Download the presentation

Abstract

OpenID is a specification for user-centric authentication available in its 
version 1.1 and 2.0. Big IT companies such as Google, IBM, Microsoft, VeriSign, 
Yahoo and many more have joined the OpenID foundation over the last years. As 
the user's identities are URI-based, it integrates perfectly in Internet based 
systems. It addresses most topics when it comes to Internet authentication 
systems including independence of programming languages, keeping users in the 
center of their privacy, allowing interoperability and - not at least - reducing 
the number of users credentials such as passwords or security tokens for users. 

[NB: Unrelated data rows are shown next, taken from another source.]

/**
 * Ripple round trip (issue: accuracy budget): a 1-D time-domain run of a thin
 * dielectric slab with a deliberately thin absorber behind it. The monitor
 * beyond the slab records the transmitted wave plus the absorber's echo; the
 * spectrum ratio to a reference run (same grid, absorber replaced by a long
 * lossless line) shows the spurious ripple. Its measured peak-to-peak and
 * period must match the diagnostics of physics.md §1 (4·|r|, c/(2·n_g·L)) within 20 %.
 * The time-domain loop here is written independently of src/physics/fdtd.
 */
import { describe, expect, it } from 'vitest';
import { cpmlCoefficients, reflection, resolveDesign, rippleFromReflection, SPEED_OF_LIGHT } from '../src/physics';
import { dtftAt } from '../src/physics/internal';

const S = 0.5; // Courant number (1-D, vacuum background)
const CELL = 1e-6; // m, only to express frequencies in Hz for the diagnostics
const THIN = { layers: 3, order: 2 }; // deliberately thin absorber
const LEFT = resolveDesign({ layers: 40, order: 3 }); // quiet left end, identical in both runs

interface RunSpec {
  interior: number; // lossless cells between the left and right interfaces
  rightAbsorber: boolean;
  slabStart: number;
  slabEnd: number;
  slabIndex: number;
  source: number;
  monitor: number;
  steps: number;
}

/** Plain 1-D Yee loop (Ez, Hy) with CPML on the left and optionally the right (Roden & Gedney 2000). */
function run(spec: RunSpec): Float64Array {
  const L = LEFT.layers;
  const left = cpmlCoefficients(LEFT, S);
  const right = cpmlCoefficients(resolveDesign(THIN), S);
  const R = spec.rightAbsorber ? THIN.layers : 0;
  const G = L + spec.interior + R; // E nodes 0..G, conductors at 0 and G
  const e = new Float64Array(G + 1);
  const h = new Float64Array(G);
  const psiE = new Float64Array(G + 1);
  const psiH = new Float64Array(G);
  const epsInv = new Float64Array(G + 1).fill(1);
  const gL = L;
  for (let g = gL + spec.slabStart; g < gL + spec.slabEnd; g++) epsInv[g] = 1 / (spec.slabIndex * spec.slabIndex);
  // Per-node coefficients: depth into the left absorber is gL − g (E) and gL − g − ½ (H).
  const eb = new Float64Array(G + 1), ea = new Float64Array(G + 1), ek = new Float64Array(G + 1).fill(1);
  const hb = new Float64Array(G), ha = new Float64Array(G), hk = new Float64Array(G).fill(1);
  for (let i = 0; i <= L; i++) {
    const g = gL - i;
    eb[g] = left.eB[i]; ea[g] = left.eA[i]; ek[g] = left.eInvKappa[i];
  }
  for (let i = 0; i < L; i++) {
    const g = gL - i - 1; // H node g + ½ at depth i + ½
    hb[g] = left.hB[i]; ha[g] = left.hA[i]; hk[g] = left.hInvKappa[i];
  }
  const gR = gL + spec.interior;
  for (let i = 0; i <= R; i++) {
    const g = gR + i;
    eb[g] = right.eB[i]; ea[g] = right.eA[i]; ek[g] = right.eInvKappa[i];
  }
  for (let i = 0; i < R; i++) {
    const g = gR + i;
    hb[g] = right.hB[i]; ha[g] = right.hA[i]; hk[g] = right.hInvKappa[i];
  }
  const rec = new Float64Array(spec.steps);
  const w0 = 2 * Math.PI * S * 0.05; // centre at 20 cells per wavelength
  const width = 45; // steps; spectrum above 1e-3 of peak from ≈ 10 to ≈ 60 cells per wavelength
  const t0 = 8 * width;
  for (let n = 0; n < spec.steps; n++) {
    for (let g = 0; g < G; g++) {
      const d = e[g + 1] - e[g];
      psiH[g] = hb[g] * psiH[g] + ha[g] * d;
      h[g] += S * (hk[g] * d + psiH[g]);
    }
    for (let g = 1; g < G; g++) {
      const d = h[g] - h[g - 1];
      psiE[g] = eb[g] * psiE[g] + ea[g] * d;
      e[g] += S * epsInv[g] * (ek[g] * d + psiE[g]);
    }
    const t = n - t0;
    e[gL + spec.source] += Math.sin(w0 * t) * Math.exp(-((t / width) ** 2));
    rec[n] = e[gL + spec.monitor];
  }
  return rec;
}

describe('spectral ripple from a thin absorber, time-domain round trip', () => {
  const D = 120; // monitor to absorber interface, cells
  const steps = 1400 + Math.ceil((4 * D) / S);
  const base = { slabStart: 60, slabEnd: 66, slabIndex: 1.5, source: 20, monitor: 100, steps };
  const interior = base.monitor + D;
  const withAbsorber = run({ ...base, interior, rightAbsorber: true });
  // Reference: the right end so far away that nothing returns within the record.
  const reference = run({ ...base, interior: interior + Math.ceil(steps * S) + 50, rightAbsorber: false });

  // Intensity ratio over the band, uniform in frequency ν = 1/ppw (cycles per cell).
  const nuLo = 1 / 40;
  const nuHi = 1 / 12;
  const count = 1200;
  const nu = new Float64Array(count);
  const ratio = new Float64Array(count);
  const a = new Float64Array(2);
  const b = new Float64Array(2);
  for (let k = 0; k < count; k++) {
    nu[k] = nuLo + ((nuHi - nuLo) * k) / (count - 1);
    const om = 2 * Math.PI * S * nu[k];
    dtftAt(withAbsorber, steps, om, a);
    dtftAt(reference, steps, om, b);
    ratio[k] = (a[0] * a[0] + a[1] * a[1]) / (b[0] * b[0] + b[1] * b[1]);
  }

  it('measured peak-to-peak ripple ≈ 4|r| (physics.md §1, derived) within 20 %', () => {
    // Around 20 cells per wavelength: take the swing over ±1 ripple period.
    const centre = 1 / 20;
    const period = 1 / (2 * D);
    let max = -Infinity;
    let min = Infinity;
    for (let k = 0; k < count; k++) {
      if (Math.abs(nu[k] - centre) <= period) {
        max = Math.max(max, ratio[k]);
        min = Math.min(min, ratio[k]);
      }
    }
    const measured = max - min;
    const r = reflection(THIN, { ppw: 20, courant: S, dimensions: 1 }).amplitude;
    const predicted = rippleFromReflection(r, D * CELL).peakToPeak;
    expect(measured / predicted).toBeGreaterThan(0.8);
    expect(measured / predicted).toBeLessThan(1.2);
  });

  it('measured ripple period ≈ c/(2·n_g·L) (Fabry–Perot; Saleh & Teich, Fundamentals of Photonics, Fabry–Perot resonator) within 20 %', () => {
    // Local maxima of the ratio between 15 and 30 cells per wavelength.
    const peaks: number[] = [];
    for (let k = 1; k < count - 1; k++) {
      if (nu[k] > 1 / 30 && nu[k] < 1 / 15 && ratio[k] > ratio[k - 1] && ratio[k] >= ratio[k + 1]) peaks.push(nu[k]);
    }
    expect(peaks.length).toBeGreaterThan(3);
    const spacingNu = (peaks[peaks.length - 1] - peaks[0]) / (peaks.length - 1);
    const measuredHz = (spacingNu * SPEED_OF_LIGHT) / CELL; // f = c/(ppw·Δ)
    const predictedHz = rippleFromReflection(0.01, D * CELL).periodHz;
    expect(measuredHz / predictedHz).toBeGreaterThan(0.8);
    expect(measuredHz / predictedHz).toBeLessThan(1.2);
  });

  it('the inverse diagnostic recovers |r| and the distance from the measured ripple within 20 %', async () => {
    const { reflectionFromRipple } = await import('../src/physics');
    const centre = 1 / 20;
    const period = 1 / (2 * D);
    let max = -Infinity;
    let min = Infinity;
    for (let k = 0; k < count; k++) if (Math.abs(nu[k] - centre) <= period) { max = Math.max(max, ratio[k]); min = Math.min(min, ratio[k]); }
    // The period is the measured spacing of the ripple's maxima, not the predicted one.
    const peaks: number[] = [];
    for (let k = 1; k < count - 1; k++) {
      if (nu[k] > 1 / 30 && nu[k] < 1 / 15 && ratio[k] > ratio[k - 1] && ratio[k] >= ratio[k + 1]) peaks.push(nu[k]);
    }
    const measuredPeriodHz = (((peaks[peaks.length - 1] - peaks[0]) / (peaks.length - 1)) * SPEED_OF_LIGHT) / CELL;
    const inv = reflectionFromRipple(max - min, measuredPeriodHz);
    const r = reflection(THIN, { ppw: 20, courant: S, dimensions: 1 }).amplitude;
    expect(inv.amplitude / r).toBeGreaterThan(0.8);
    expect(inv.amplitude / r).toBeLessThan(1.2);
    expect(inv.distanceMetres / (D * CELL)).toBeGreaterThan(0.8);
    expect(inv.distanceMetres / (D * CELL)).toBeLessThan(1.2);
    console.log(`ripple inverse: |r| ${(inv.amplitude / r).toFixed(3)}× the exact value, distance ${(inv.distanceMetres / (D * CELL)).toFixed(3)}× the true one`);
  });
});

OpenID 2.0 is now turning into an open community-driven platform that allows and 
encourages innovation. It supports both URLs and XRIs as user identifiers, uses 
Yadis XRDS documents for identity service discovery, adds stronger security, and 
supports both public and private identifiers. Java, as one of the major 
development platforms when it comes to enterprise systems, can take huge 
advantage of OpenID when web bases Java applications get provided to the 
Internet user community. In many cases, it can make application specific 
username/password stores completely obsolete. In addition, as the specification 
is not tight to a single authentication mechanism, the web bases Internet 
services supporting OpenID as a consumer take full advantage when new 
authentication mechanism get introduces by Internet Identity Providers (IIP). 
The talk gives an overview on the OpenID specification, the OpenID foundation, 
Identity Providers specifically for Switzerland, current and future Internet 
authentication methods, Business-to-OpenID federation techniques - and - of 
course Java-API's that can be used to open web based Java applications to 
support user-centric OpenID authentication.